Tunisian election gives few clues to shape of next government

Tunisia faced political deadlock on Monday after Sunday’s election delivered a fragmented parliament and no obvious path to forming a government that must urgently address chronic economic and fiscal problems.

Sunday’s exit polls showed the moderate Islamist Ennahda as the largest party, but its modest projected vote share means it would need to bring many other parties into any workable coalition.
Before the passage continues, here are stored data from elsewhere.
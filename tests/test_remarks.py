"""Warnings: each has a case that triggers it and one that does not, and what it says is checked."""

from __future__ import annotations

import json
import math
from dataclasses import replace
from pathlib import Path

import meshio
import numpy as np
import pytest
from click.testing import CliRunner

from wiresolve.cli import program
from wiresolve.describe.potential import Potential
from wiresolve.describe.wirefile import parse
from wiresolve.errors import InputError
from wiresolve.physics.charge_remarks import Ring, image_shift_eV
from wiresolve.physics.fermi import fermi_integral
from wiresolve.result import Result
from wiresolve.solve import solve

UNIT = 0.0380998211096858
"""hbar^2/2m0 in eV nm^2."""


def text(
    section: str,
    rest: str = "",
    subbands: int = 3,
    energy: str = "1 meV",
    carriers: str = 'temperature = "77 K"',
) -> str:
    head = f'title = "remarks"\n[section]\n{section}\n{rest}\n[carriers]\n{carriers}\n[accuracy]\n'
    return f'{head}subbands = {subbands}\nenergy = "{energy}"\n'


def wire(*parts: str, folder: Path | None = None, **more: object) -> Result:
    return solve(parse(text(*parts, **more), folder or Path()))  # type: ignore[arg-type]


def codes(result: Result) -> set[str]:
    return {warned.code for warned in result.warnings}


def said(result: Result, code: str) -> str:
    return next(warned.text for warned in result.warnings if warned.code == code)


def circle(diameter: float, material: str) -> str:
    return f'shape = "circle"\ndiameter = "{diameter} nm"\nmaterial = "{material}"'


def square(side: float, material: str) -> str:
    return f'shape = "rectangle"\nwidth = "{side} nm"\nheight = "{side} nm"\nmaterial = "{material}"'


def shell(thickness: float, material: str, carriers: str = "admitted") -> str:
    return f'[[section.layers]]\nthickness = "{thickness} nm"\nmaterial = "{material}"\ncarriers = "{carriers}"\n'
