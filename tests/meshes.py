"""Small meshes for tests, made of arrays alone, and their text as MSH files."""

from __future__ import annotations

import meshio
import numpy as np

Arrays = tuple[np.ndarray, dict[str, np.ndarray], dict[str, np.ndarray]]
"""Points (n, 3), cells by kind, and for each kind the number of each cell's group."""


def disk(
    radius: float, rings: int, *, order: int = 2, core_rings: int = 0, center: tuple[float, float] = (0, 0)
) -> Arrays:
    """A disk of rings of triangles, 6 k edges around the ring k; group 1 up to `core_rings`, 2 beyond.

    The nodes of the rings, and of second order the middles of their edges, lie on circles.
    """
    first = [0, *(1 + 3 * k * (k - 1) for k in range(1, rings + 1))]
    places = [(0.0, 0.0)]
    for k in range(1, rings + 1):
        places += [(radius * k / rings, 2 * np.pi * i / (6 * k)) for i in range(6 * k)]
    triangles, group = [], []
    for k in range(1, rings + 1):
        for sextant in range(6):
            for i in range(k):
                a = first[k] + (sextant * k + i) % (6 * k)
                b = first[k] + (sextant * k + i + 1) % (6 * k)
                inner = first[k - 1] + (sextant * (k - 1) + i) % max(6 * (k - 1), 1)
                triangles.append((a, b, inner))
                group.append(1 if k <= core_rings else 2)
                if i + 1 < k:
                    after = first[k - 1] + (sextant * (k - 1) + i + 1) % (6 * (k - 1))
                    triangles.append((inner, b, after))
                    group.append(1 if k <= core_rings else 2)
    polar = np.array(places)
    cells, points = np.array(triangles), polar[:, :1] * np.column_stack([np.cos(polar[:, 1]), np.sin(polar[:, 1])])
    kind = "triangle"
    if order == 2:
        kind, (cells, points) = "triangle6", _second_order(cells, points, polar)
    space = np.column_stack([points + center, np.zeros(len(points))])
    return space, {kind: cells}, {kind: np.array(group)}


def _second_order(cells: np.ndarray, points: np.ndarray, polar: np.ndarray) -> tuple[np.ndarray, np.ndarray]:
    middles: dict[tuple[int, int], int] = {}
    more, rows = [], []
    for cell in cells.tolist():
        row = list(cell)
        for a, b in zip(cell, cell[1:] + cell[:1], strict=True):
            key = (min(a, b), max(a, b))
            if key not in middles:
                middles[key] = len(points) + len(more)
                (ra, ta), (rb, tb) = polar[a], polar[b]
                middle = (points[a] + points[b]) / 2
                if ra == rb:
                    angle = ta + ((tb - ta + np.pi) % (2 * np.pi) - np.pi) / 2
                    middle = ra * np.array([np.cos(angle), np.sin(angle)])
                more.append(middle)
            row.append(middles[key])
        rows.append(row)
    return np.array(rows), np.vstack([points, more])


def rectangle(
    width: float, height: float, columns: int, rows: int, *, kind: str = "triangle", split: int = 0
) -> Arrays:
    """A rectangle from the origin on, of triangles or quads of any order; group 1 for the first `split` columns."""
    step = 1 if kind in ("triangle", "quad") else 2
    nx, ny = step * columns + 1, step * rows + 1
    x, y = np.meshgrid(np.linspace(0, width, nx), np.linspace(0, height, ny), indexing="ij")
    number = np.arange(nx * ny).reshape(nx, ny)
    cells, group = [], []
    for i in range(columns):
        for j in range(rows):
            n = number[step * i : step * (i + 1) + 1, step * j : step * (j + 1) + 1]
            a, b, c, d = n[0, 0], n[-1, 0], n[-1, -1], n[0, -1]
            own = 1 if i < split else 2
            if kind == "triangle":
                cells += [(a, b, c), (a, c, d)]
                group += [own, own]
                continue
            row = [a, b, c, d]
            if step == 2:
                row += [n[1, 0], n[2, 1], n[1, 2], n[0, 1]] + ([n[1, 1]] if kind == "quad9" else [])
            cells.append(tuple(row))
            group.append(own)
    points = np.column_stack([x.ravel(), y.ravel(), np.zeros(nx * ny)])
    return points, {kind: np.array(cells)}, {kind: np.array(group)}


KINDS = {"line": 1, "triangle": 2, "quad": 3, "line3": 8, "triangle6": 9, "quad9": 10, "quad8": 16}


def msh(arrays: Arrays, names: dict[int, str], version: str = "4.1", lines: dict[int, str] | None = None) -> bytes:
    """The text of an MSH file; `names` of groups of cells by number, `lines` those of kinds that are lines."""
    points, cells, groups = arrays
    rows = ["$MeshFormat", f"{version} 0 8", "$EndMeshFormat"]
    every = [(2, n, name) for n, name in names.items()] + [(1, n, name) for n, name in (lines or {}).items()]
    rows += ["$PhysicalNames", str(len(every)), *(f'{d} {n} "{name}"' for d, n, name in every), "$EndPhysicalNames"]
    dimension = {kind: 1 if kind.startswith("line") else 2 for kind in cells}
    parts = [(kind, int(n)) for kind in cells for n in np.unique(groups[kind])]
    if version == "4.1":
        curves = sorted({n for kind, n in parts if dimension[kind] == 1})
        faces = sorted({n for kind, n in parts if dimension[kind] == 2})
        rows += ["$Entities", f"0 {len(curves)} {len(faces)} 0"]
        rows += [f"{n} 0 0 0 0 0 0 {f'1 {n}' if n else '0'} 0" for n in (*curves, *faces)]
        rows += ["$EndEntities", "$Nodes", f"1 {len(points)} 1 {len(points)}", f"2 1 0 {len(points)}"]
        rows += [str(k + 1) for k in range(len(points))]
        rows += [" ".join(f"{v:.17g}" for v in point) for point in points]
        total = sum(len(c) for c in cells.values())
        rows += ["$EndNodes", "$Elements", f"{len(parts)} {total} 1 {total}"]
        for kind, n in parts:
            mine = cells[kind][groups[kind] == n]
            rows.append(f"{dimension[kind]} {n} {KINDS[kind]} {len(mine)}")
            rows += [f"{k + 1} " + " ".join(str(v + 1) for v in row) for k, row in enumerate(mine.tolist())]
    else:
        rows += ["$Nodes", str(len(points))]
        rows += [f"{k + 1} " + " ".join(f"{v:.17g}" for v in point) for k, point in enumerate(points)]
        rows += ["$EndNodes", "$Elements", str(sum(len(c) for c in cells.values()))]
        for kind, n in parts:
            for row in cells[kind][groups[kind] == n].tolist():
                rows.append(f"1 {KINDS[kind]} 2 {n} {n} " + " ".join(str(v + 1) for v in row))
    return "\n".join([*rows, "$EndElements", ""]).encode()


def by_meshio(arrays: Arrays, name: str = "region") -> meshio.Mesh:
    """The same as a mesh of meshio, the groups' numbers as cell data."""
    points, cells, groups = arrays
    return meshio.Mesh(points, list(cells.items()), cell_data={name: [groups[kind] for kind in cells]})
Official results are not expected until Tuesday.

“The task will be very difficult and complicated to reach an agreement to form a government,” said Yamina Zoglami, a senior Ennahda official.

Several of Ennahda’s rivals have already said they will not join a government it leads, and Tunisians are confronting the prospect of protracted negotiations and the possibility of another election if no coalition can be agreed.

The parliamentary vote comes amid a separate presidential election in which one of the two candidates who advanced to next Sunday’s runoff vote is being held in detention on corruption charges, entailing a possible challenge to that result.

Eight years after ending autocratic rule, many Tunisians are disillusioned by the failure of repeated coalition governments to address economic problems and their rejection of major parties threatens a new period of upheaval.

If official results confirm Ennahda’s first place, it has two months to form a coalition. After that the president can ask a politician of his choice to try. If that also fails after two months, Tunisians will go back to the ballot box.

Next week’s presidential runoff pits Kais Saied, an independent, against Nabil Karoui, a media mogul detained on corruption charges that he denies. If he loses, he might appeal to overturn the result citing his detention.

REDLINES

Speaking on Sunday night, another senior Ennahda official, Abdelkarim Haloumi, said he hoped a new parliamentary election could be avoided and that the party would attempt to build a coalition from among the parties opposed to corruption.

A governing coalition requires 109 seats in government. Ennahda’s vote share projected by the exit poll would translate into about 40 seats, the polling company Sigma Conseil said.

It and Karoui’s Heart of Tunisia, which exit polls projected as coming second with about 33 seats, had already ruled out going into coalition with each other before the election. A spokesman for Karoui repeated that after Sunday’s vote, calling it “a red line”.

Attayar, another party that appeared on course for more than a dozen seats in parliament, also said it would not enter government with Ennahda, with its leader Mohamed Abbou saying “we will be a responsible and serious opposition”.

However, the conservative Karama said it would be ready to enter coalition negotiations with Ennahda if asked.

Any political paralysis entails new risks for a fragile economy that has never really recovered from the shock of the 2011 revolution that ended decades of autocracy, introduced democracy and set off the “Arab spring”.

Urged on by the International Monetary Fund, Tunisia is trying to rein in a public debt that swelled as political leaders sought to buy goodwill with rampant state employment.

However, there is unemployment of 15% nationally and 30% in some cities, inflation remains high at 6.8%, and tourism is only this year recovering from two jihadist attacks in 2015 that caused many countries to warn off their citizens.

Economic pain has contributed to an anti-establishment mood among Tunisian voters, who punished the main parties in the first round of the presidential election last month.

Though exit polls showed Ennahda coming first on Sunday, its projected vote share of 17.5% represented a sharp decline from the last parliamentary election in 2014, when it had 27.5%.